Monday, February 9, 2009

How SharePoint Found Its Content Database

Good Question

I was talking a client through a SharePoint web.config change a couple of weeks ago and he ended up asking a dynamite question.

How does the web application know where its content database is at?

You might say something like "it gets it from the config database", but that would beg another question, "how does it know where the config database is?". In reality, we're curious about how a web application orients itself to its environment when it comes time to respond to a request.

You'll notice that SharePoint web.configs don't have any connectionString elements in them that point to a particular content or configuration database, and SharePoint installs don't make any changes to parent web.configs or machine.configs. So how does this web application orient itself at runtime?

Lets Reflect, Literally

If you think about it, there's a few clues to where this code "ought to be". Pretend for a minute that you were tasked with authoring some piece of functionality that let a web application figure out where its database was at runtime. There's some typical places you'd hook in (besides the web.config). You'd know that this piece of functionality would need to be populated in time to serve requests who would need to know where the content db is at.

You might think about putting it in global.asax Application_OnStart or some http module event that's relatively early in the ASP.NET pipeline.

Lets look at how a typical SharePoint request gets resolved and see if we can't flush out some details. This is the path I took to piece this answer together.

  1. A request comes in and gets handled by IIS. The request matches either a port number or a host header on a web site in the web server.
  2. The matching SharePoint web site has wild card ISAPI mappings that pass all request to ASP.NET. Remember that in a typical ASP.NET web site there mappings for known ASP.NET file extensions (.aspx, .asmx, .ascx, etc...) to the ASP.NET ISAPI filter. When IIS gets a request that ends with the given file extension, it knows that this is an ASP.NET request and hands it off to the aspnet_isapi.dll ISAPI. In a SharePoint IIS web site, we pass everything to ASP.NET. This includes .gifs, .jpegs, .PSDs etc... SharePoint gets a chance to fulfill every requests that gets picked up by the site. Below is a screen cap the wild card mapping present in all SharePoint sites. This is created for you automatically when you provision a new web application. If you were to remove it, your SharePoint instance would no longer be able to serve non ASP.NET files out of the content database. Wildcard mapping that sends ALL requests to the .NET frameowrk and eventually to our SharePoint web application.
  3. Once the request gets handed to ASP.NET, its fair game for the web application to start doing some magic. In fact, it had better figure it out soon cause odds are this request is going to want something from the content database before the page life cycle hits. Because we're talking about the ASP.NET request pipeline (and early in it), it's a reasonable guess to assume an http module could be in play. If we look in the web.config under the <httpModules> section we find that SharePoint has registered an HttpModule named "SPRequest", it's fulfilled by code found in the Microsoft.SharePoint.ApplicationRuntime namespace by a class called SPRequestModule.The SPRequest HttpModule.
  4. If you reflect on SPRequestModule and look into BeginRequestHandler (one of the earlier events in the ASP.NET pipeline), it's obfuscated, but you can read it anyway. BeginRequestHandler makes a call to SPFarm.Local which ends up calling SPFarm.FindLocal in an effort to find the farm that this machine belongs to.
  5. SPFindLocal finally calls into SPConfigurationDatabase.Local which runs to the registry looking for HKLM\SOFTWARE\Microsoft\Shared Tools\Web Server Extensions\12.0\Secure\ConfigDB. This is where your "connection string" for the current farm lives.
  6. This is also how SharePoint finds the config database, from there it simply takes the current request and uses it to find the content database (if any) associated with the given request. After all this has been figured out, a lot of it gets cached.
  7. Finally BeginRequestHandler starts through the complex task of mapping your request to a bunch of content in the web applications content database. The regular Page Life Cycle kicks off and at the end of the day we end up with an HttpResponse built up by SharePoint.
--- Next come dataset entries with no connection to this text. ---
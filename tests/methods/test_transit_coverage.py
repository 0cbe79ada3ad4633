"""The transit reduction's 68 % interval holds the truth 60-76 % of the time over simulated
campaigns (600 each here; notes/transit_coverage.md runs 1,000 per scenario), and the expected
precision of a design is the reduction's own sigma.

Truth: the contacts DE421 predicts for each site at a chosen parallax scale (the ephemeris is
the outside reference for positions; its contacts are checked against published values and an
independent skyfield computation in test_transit_prediction.py).
"""

from __future__ import annotations

import numpy as np
import pytest

from firstrung.methods.transit.precision import (
    contact_design,
    expected_precision,
    simulate_coverage,
)
from firstrung.methods.transit.prediction import (
    SECONDS_PER_DAY,
    inferior_planet_transits,
    predicted_contacts_tt_jd,
    site_itrs_km,
)

#: Six sites that see all of the 2012 transit of Venus (as in test_transit_reduction.py).
VENUS_2012 = np.array([[64.8, -147.7, 150.0], [13.4, 144.8, 10.0], [-33.9, 151.2, 50.0],
                       [35.7, 139.7, 40.0], [14.6, 121.0, 10.0], [22.3, 114.2, 30.0]])
#: Six sites from Helsinki to Cape Town for the 2032 transit of Mercury (our own plan).
MERCURY_2032 = np.array([[60.2, 24.9, 0.0], [41.9, 12.5, 0.0], [30.0, 31.2, 0.0], [-1.3, 36.8, 0.0],
                         [-20.2, 57.5, 0.0], [-33.9, 18.4, 0.0]])
CAMPAIGNS = 600


@pytest.fixture(scope="module")
def designs():
    venus = inferior_planet_transits("2012-06-05T00:00Z", "2012-06-06T23:00Z")
    mercury = inferior_planet_transits("2032-11-13T00:00Z", "2032-11-13T23:59Z")
    return {"venus": (venus, contact_design(venus, 0, *VENUS_2012.T)),
            "mercury": (mercury, contact_design(mercury, 0, *MERCURY_2032.T))}


def _in_band(c):
    # an honest 68 % interval: 60-76 % (the project's band; one binomial sigma at 600 is 1.9 %)
    assert 0.60 <= c.fraction <= 0.76, c
    # and the stated sigma is the scatter: rms error within 12 % of the median sigma
    assert abs(c.rms_error / c.median_sigma - 1) < 0.12, c


def test_venus_2012_five_second_timings_cover_the_truth(designs):
    _, design = designs["venus"]
    assert design.site.size == 24 and design.sites == 6  # every site times all four contacts
    c = simulate_coverage(design, CAMPAIGNS, 1, time_sigma_s=5.0)
    _in_band(c)
    assert c.median_sigma < 0.01  # Venus's large parallax: under 1 % from six sites at 5 s


def test_mercury_2032_with_shared_black_drops_and_clocks_covers_the_truth(designs):
    """One drop per instrument shared by its C2 (late) and C3 (early), a 30 s clock error per site
    (fitted), a true parallax 3 % above DE421's."""
    _, design = designs["mercury"]
    c = simulate_coverage(design, CAMPAIGNS, 3, time_sigma_s=5.0, black_drop_mean_s=2.0, black_drop_sigma_s=3.0,
                          clock_sigma_s=30.0, fit_clocks=True, truth_scale=1.03)
    _in_band(c)


def test_a_shared_drop_modelled_as_independent_would_understate_the_error(designs):
    """The black drop of one instrument moves its C2 and C3 apart: the duration carries twice the
    drop, so with clocks fitted the sigma must grow beyond the independent-contacts value."""
    _, design = designs["mercury"]
    with_drop = expected_precision(design, 5.0, 3.0, fit_clocks=True).parallax_scale.sigma
    each_its_own = np.arange(design.site.size).astype(object)  # every contact its own instrument
    independent = expected_precision(design, 5.0, 3.0, fit_clocks=True, instrument=each_its_own).parallax_scale.sigma
    assert with_drop > 1.03 * independent  # 4.8 % larger for these six sites


def test_the_design_predicts_the_ephemeris_contacts(designs):
    transits, design = designs["mercury"]
    sites = MERCURY_2032[design.site]
    itrs = site_itrs_km(sites[:, 0], sites[:, 1], sites[:, 2])
    for scale in (0.96, 1.0, 1.05):
        exact = (predicted_contacts_tt_jd(transits, design.transit, design.contact, itrs, scale)
                 - design.origin_tt_jd) * SECONDS_PER_DAY
        assert np.max(np.abs(design.predict(scale)[0] - exact)) < 0.005  # seconds


def test_expected_precision_of_the_2032_networks(designs):
    """The closing note's figures: six sites at 5 s with a time signal, the budget led by timing."""
    _, design = designs["mercury"]
    r = expected_precision(design, 5.0, 3.0, fit_clocks=False)
    rel = r.solar_parallax_arcsec.sigma / r.solar_parallax_arcsec.value
    assert 0.04 < rel < 0.08
    budget = {b.source: b.sigma for b in r.budget}
    assert max(budget, key=budget.get) == "timing (stated errors)"
    # timing to 1 s shrinks it about five times: the timing error is the limit
    r1 = expected_precision(design, 1.0, 3.0, fit_clocks=False)
    assert r1.solar_parallax_arcsec.sigma < 0.35 * r.solar_parallax_arcsec.sigma
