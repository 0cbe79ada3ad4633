"""Stellar parallax: the model against skyfield's own Star, recovery and coverage of a known
parallax, the shipped catalogue against published parallaxes, the log's checks and the commands."""

from __future__ import annotations

import json

import numpy as np
import pytest
from tests.helpers import run_cli

from firstrung.ephemeris.stars import julian_year_tt, parallax_factors, star_astrometric_radec_deg
from firstrung.methods.parallax.reduction import fit_parallax, tangent_offsets_mas
from firstrung.star_catalogue import CATALOGUE_EPOCH_JYEAR, catalogue_star, named_star

MAS = 1.0
#: 61 Cygni A in the shipped catalogue (HIP 104214, van Leeuwen 2007).
CYG61 = 104214
EPOCHS = np.arange(np.datetime64("2027-01-10"), np.datetime64("2028-01-10"), np.timedelta64(15, "D")).astype("datetime64[ms]")


def _star_places(parallax_mas: float):
    s = catalogue_star(CYG61)
    return s, star_astrometric_radec_deg(s.ra_deg, s.dec_deg, s.pm_ra_mas_per_yr, s.pm_dec_mas_per_yr,
                                         parallax_mas, CATALOGUE_EPOCH_JYEAR, EPOCHS)


def test_parallax_factors_match_skyfield_star():
    """Reference: skyfield's Star with parallax (its own barycentric-to-geocentric vector sum).
    The displacement between the star with its parallax and with none is p times our factors."""
    s, (ra, dec) = _star_places(286.82)
    _, (ra0, dec0) = _star_places(1e-9)
    dx = ((ra - ra0 + 180.0) % 360.0 - 180.0) * np.cos(np.radians(dec0)) * 3.6e6
    dy = (dec - dec0) * 3.6e6
    f_ra, f_dec = parallax_factors(ra0, dec0, EPOCHS)
    assert np.max(np.abs(dx - 286.82 * f_ra)) < 0.02 * MAS
    assert np.max(np.abs(dy - 286.82 * f_dec)) < 0.02 * MAS
    # a year's displacement spans the whole ellipse: the semi-major axis is the parallax itself
    assert 0.98 < np.max(np.hypot(f_ra, f_dec)) < 1.02


def test_linear_model_reproduces_skyfield_positions():
    """Reference: skyfield's Star. Place + proper motion + p * factors (noise-free) fits its positions
    within 0.5 mas over a year and returns the catalogue's parallax and motion."""
    s, (ra, dec) = _star_places(286.82)
    f_ra, f_dec = parallax_factors(ra, dec, EPOCHS)
    fit = fit_parallax(ra, dec, np.full(ra.size, 0.05), julian_year_tt(EPOCHS), f_ra, f_dec)
    assert np.max(np.abs(fit.residual_ra_mas)) < 0.5 * MAS and np.max(np.abs(fit.residual_dec_mas)) < 0.5 * MAS
    assert fit.parallax_mas.value == pytest.approx(286.82, abs=0.3)
    # loosened to 5 mas/yr: 36 years after the catalogue's epoch the motion's components on the sky have
    # turned (the sphere's curvature at 5"/yr), by 2.4 mas/yr in declination for this star
    assert fit.proper_motion_ra_mas_per_yr.value == pytest.approx(s.pm_ra_mas_per_yr, abs=5.0)
    assert fit.proper_motion_dec_mas_per_yr.value == pytest.approx(s.pm_dec_mas_per_yr, abs=5.0)


def test_known_parallax_recovered_with_honest_intervals():
    """Synthetic astrometry of 61 Cygni A (its catalogue parallax 286.82 mas, van Leeuwen 2007), 25 epochs
    over a year with 0.05" errors: the 68 % interval holds the truth 60-76 % of 400 simulated campaigns."""
    truth = 286.82
    _, (ra, dec) = _star_places(truth)
    f_ra, f_dec = parallax_factors(ra, dec, EPOCHS)
    years = julian_year_tt(EPOCHS)
    rng = np.random.default_rng(21)
    sigma = 0.05
    hits, values = 0, []
    for _ in range(400):
        e = rng.normal(0.0, sigma / 3600.0, (2, ra.size))
        fit = fit_parallax(ra + e[0] / np.cos(np.radians(dec)), dec + e[1], np.full(ra.size, sigma), years, f_ra, f_dec)
        p = fit.parallax_mas
        hits += p.low <= truth <= p.high
        values.append(p.value)
        d = fit.distance_pc
        assert d.low < d.value < d.high  # the distance's interval is the parallax's, mapped
    assert 0.60 <= hits / 400 <= 0.76
    assert abs(np.mean(values) - truth) < 3 * np.std(values) / np.sqrt(400)


def test_catalogue_parallaxes_against_published_values():
    """The shipped catalogue (Hipparcos new reduction, van Leeuwen 2007) against published parallaxes:
    61 Cygni A, Gaia DR3 286.0054 +/- 0.0289 mas (Gaia Collaboration 2023, A&A 674, A1; value from memory);
    delta Cephei, HST FGS 3.66 +/- 0.15 mas (Benedict et al. 2002, AJ 124, 1695: 273 +/- 11 pc)."""
    cyg = named_star("61 Cyg A")
    assert cyg.hip == 104214
    assert cyg.parallax_mas == 286.82 and cyg.parallax_sigma_mas == 6.78
    assert abs(cyg.parallax_mas - 286.0054) < cyg.parallax_sigma_mas
    dcep = named_star("delta Cep")
    assert dcep.hip == 110991
    assert abs(dcep.parallax_mas - 3.66) < np.hypot(dcep.parallax_sigma_mas, 0.15)
    # positions: delta Cephei at 22h29m10.27s +58d24m54.7s (ICRS, J2000; SIMBAD, from memory), moved to J1991.25
    assert dcep.ra_deg == pytest.approx((22 + 29 / 60 + 10.27 / 3600) * 15, abs=2e-4)
    assert dcep.dec_deg == pytest.approx(58 + 24 / 60 + 54.7 / 3600, abs=2e-4)


def test_tangent_offsets_scalar_array_and_wrap():
    x, y = tangent_offsets_mas(359.9, 10.0, 0.1, 10.0)
    assert float(x) == pytest.approx(-0.2 * np.cos(np.radians(10.0)) * 3.6e6)
    assert float(y) == 0.0
    with pytest.raises(Exception, match="at least 3 epochs"):
        fit_parallax([1.0, 1.0], [2.0, 2.0], [0.1, 0.1], [2027.0, 2027.5], [0.1, 0.2], [0.3, 0.4])


CAMPAIGN = """
[campaign]
name = "Parallax rehearsal"
[[site]]
id = "ridge"
latitude_deg = 46.2
longitude_deg = 7.4
timezone = "Europe/Zurich"
[[star]]
id = "cyg61"
name = "61 Cygni A"
ra_deg = 316.7248
dec_deg = 38.7494
[logs]
astrometry = ["logs/astrometry.csv"]
"""


def test_plan_simulate_reduce_check(tmp_path, capsys, monkeypatch):
    c = tmp_path / "c.toml"
    c.write_text(CAMPAIGN)
    code, out, _ = run_cli(["plan", "parallax", c, "--from", "2027-01-01", "--to", "2027-12-31", "--json"], capsys, monkeypatch)
    assert code == 0
    plan = json.loads(out)
    days = plan["stars"][0]["days"]
    assert plan["stars"][0]["catalogue"]["hip"] == 104214  # found by position (moved by its proper motion)
    ranked = sorted((d for d in days if d["rank"]), key=lambda d: d["rank"])
    assert ranked[0]["displacement_mas"] > 0.95 * 286.82
    assert any(d["rank"] is None and d["excluded"] for d in days)  # 61 Cyg is low in the northern winter nights
    code, _, _ = run_cli(["simulate", "parallax", c, "--from", "2027-01-01", "--to", "2027-12-31", "-o", tmp_path / "logs",
                          "--seed", "3"], capsys, monkeypatch)
    assert code == 0
    code, out, _ = run_cli(["reduce", "parallax", c, "--json", "--figure", tmp_path / "e.svg"], capsys, monkeypatch)
    assert code == 0
    star = json.loads(out)["stars"][0]
    assert set(star) >= {"id", "parallax_mas", "distance_pc", "proper_motion_ra_mas_per_yr", "proper_motion_dec_mas_per_yr"}
    p = star["parallax_mas"]
    assert abs(p["value"] - 286.82) < 4 * p["sigma"] and p["unit"] == "mas"
    assert star["distance_pc"]["low"] < 1000 / 286.82 * 1.2 and star["distance_pc"]["unit"] == "pc"
    assert star["proper_motion_ra_mas_per_yr"]["value"] == pytest.approx(4168.3, abs=60)
    assert "<svg" in (tmp_path / "e.svg").read_text()
    code, out, _ = run_cli(["reduce", "parallax", c], capsys, monkeypatch, columns=80)
    assert "parallax" in out and "light years" in out
    code, out, _ = run_cli(["ladder", c, "--json", "--samples", "20000"], capsys, monkeypatch)
    assert code == 0
    rung = json.loads(out)["stars"][0]
    assert rung["method"] == "parallax" and rung["modern_pc"] == pytest.approx(1000 / 286.82, abs=0.01)
    assert rung["distance_pc"]["value"] == pytest.approx(1000 / p["value"], rel=0.01)
    assert {"step": "the astronomical unit in km", "source": "published: IAU 2012 Resolution B2"} in rung["steps"]


def test_parsec_rung_maps_the_parallax_and_uses_the_campaigns_au():
    from firstrung.app.parsec import AU_PER_PARSEC, parsec_rungs
    from firstrung.uncertainty import Draw

    rng = np.random.default_rng(1)
    au = np.full(50_000, 1.02)  # a campaign whose Sun rung measured 1.02 au
    (r,) = parsec_rungs((("s", "S", "parallax", Draw("gaussian", 100.0, 10.0), (10.0, "x")),), rng, 50_000, au, "transit")
    assert r.distance_pc.value == pytest.approx(10.0, rel=0.01)
    assert r.distance_pc.low == pytest.approx(1000 / 110, rel=0.01) and r.distance_pc.high == pytest.approx(1000 / 90, rel=0.01)
    # 1 pc = 206,264.806 au (IAU 2015 Resolution B2); the au from the campaign's own Sun rung
    assert r.distance_km.value == pytest.approx(10.0 * AU_PER_PARSEC * 1.02 * 149_597_870.7, rel=0.01)
    assert ("the astronomical unit in km", "measured by the campaign (transit rung)") in r.steps
    (weak,) = parsec_rungs((("w", "W", "parallax", Draw("gaussian", -0.5, 2.0), None),), rng, 50_000, None, "half-moon")
    assert np.isnan(weak.distance_pc.value) and weak.distance_pc.high is None and weak.distance_pc.low > 0


def test_check_flags_hours_outliers_and_local_time(tmp_path, capsys, monkeypatch):
    c = tmp_path / "c.toml"
    c.write_text(CAMPAIGN)
    (tmp_path / "logs").mkdir()
    (tmp_path / "logs" / "astrometry.csv").write_text(
        "star,time_utc,ra_deg,dec_deg,sigma_arcsec,site,observer\n"
        "cyg61,2027-09-10T21:00:00Z,316.7651,38.7741,0.05,ridge,A\n"
        "cyg61,2027-09-24T21:00:00Z,21.11767,38.7741,0.05,ridge,A\n"     # RA typed in hours
        "cyg61,2027-10-08T21:00:00Z,316.9,38.7741,0.05,ridge,A\n"        # another star
        "cyg61,2027-06-20T12:00:00Z,316.7651,38.7741,0.05,ridge,A\n"     # noon in June: daylight either way, no zone mistake
        "cyg61,2027-12-20T17:30:00Z,316.7651,38.7741,0.05,ridge,A\n"
        "cyg61,2027-10-20T08:30:00Z,316.7651,38.7741,x,ridge,A\n"
        "cyg61,2027-09-10T06:00:00Z,316.7651,38.7741,0.05,ridge,A\n")   # 06:00 CEST typed as UTC: the Sun is up
    code, out, _ = run_cli(["check", c, "--json"], capsys, monkeypatch)
    assert code == 1
    flags = {(f["row"], f["code"]) for f in json.loads(out)["flags"]}
    assert (2, "ra-hours") in flags and (3, "outlier") in flags and (6, "bad-value") in flags
    assert (7, "local-time-as-utc") in flags
    assert next(f for f in json.loads(out)["flags"] if f["row"] == 7)["hours"] == -2
    assert not any(r in (1, 4, 5) for r, _ in flags)


def test_star_sheets_for_a_night(tmp_path, capsys, monkeypatch):
    c = tmp_path / "c.toml"
    c.write_text(CAMPAIGN.replace("[logs]", 'period_days = 5.366\n[logs]'))
    code, _, _ = run_cli(["sheet", c, "--site", "ridge", "--date", "2027-09-10", "--kind", "parallax", "-o",
                          tmp_path / "p.html"], capsys, monkeypatch)
    assert code == 0
    html = (tmp_path / "p.html").read_text()
    assert "61 Cygni A" in html and "Dark sky" in html and "parallax shift RA" in html and "never slew towards the Sun" in html
    code, _, _ = run_cli(["sheet", c, "--site", "ridge", "--date", "2027-09-10", "--kind", "parallax", "--blind", "-o",
                          tmp_path / "b.html"], capsys, monkeypatch)
    assert "parallax shift RA" not in (tmp_path / "b.html").read_text()
    code, _, _ = run_cli(["sheet", c, "--site", "ridge", "--date", "2027-09-10", "--kind", "cepheids", "-o",
                          tmp_path / "c.html"], capsys, monkeypatch)
    assert code == 0 and "magnitude_sigma" in (tmp_path / "c.html").read_text()
    code, _, err = run_cli(["sheet", c, "--site", "ridge", "--date", "2027-06-21", "--kind", "parallax", "-o",
                            tmp_path / "x.html"], capsys, monkeypatch)
    assert code == 0  # at 46 deg N the sky is dark (Sun below -12 deg) even at midsummer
Thought that someone else might enjoy the answer. This is kind of a neat piece of functionality too, it allows the psconfig tool to move this machine from farm to farm without changing any web.config files, so long as you can tell it where it should remap the registry key to. And with that, there's a little less magic in the world.



Marcus Bell said...

Nice sleuthing. Another interesting article. Kepp 'em coming, my man!!!!!

SharePoint Hosting said...

its too good and you can find more about ShairPoint

Anonymous said...

Superb! In-depth, accurate and interesting .... and something I've often wondered about! Keep up the good work!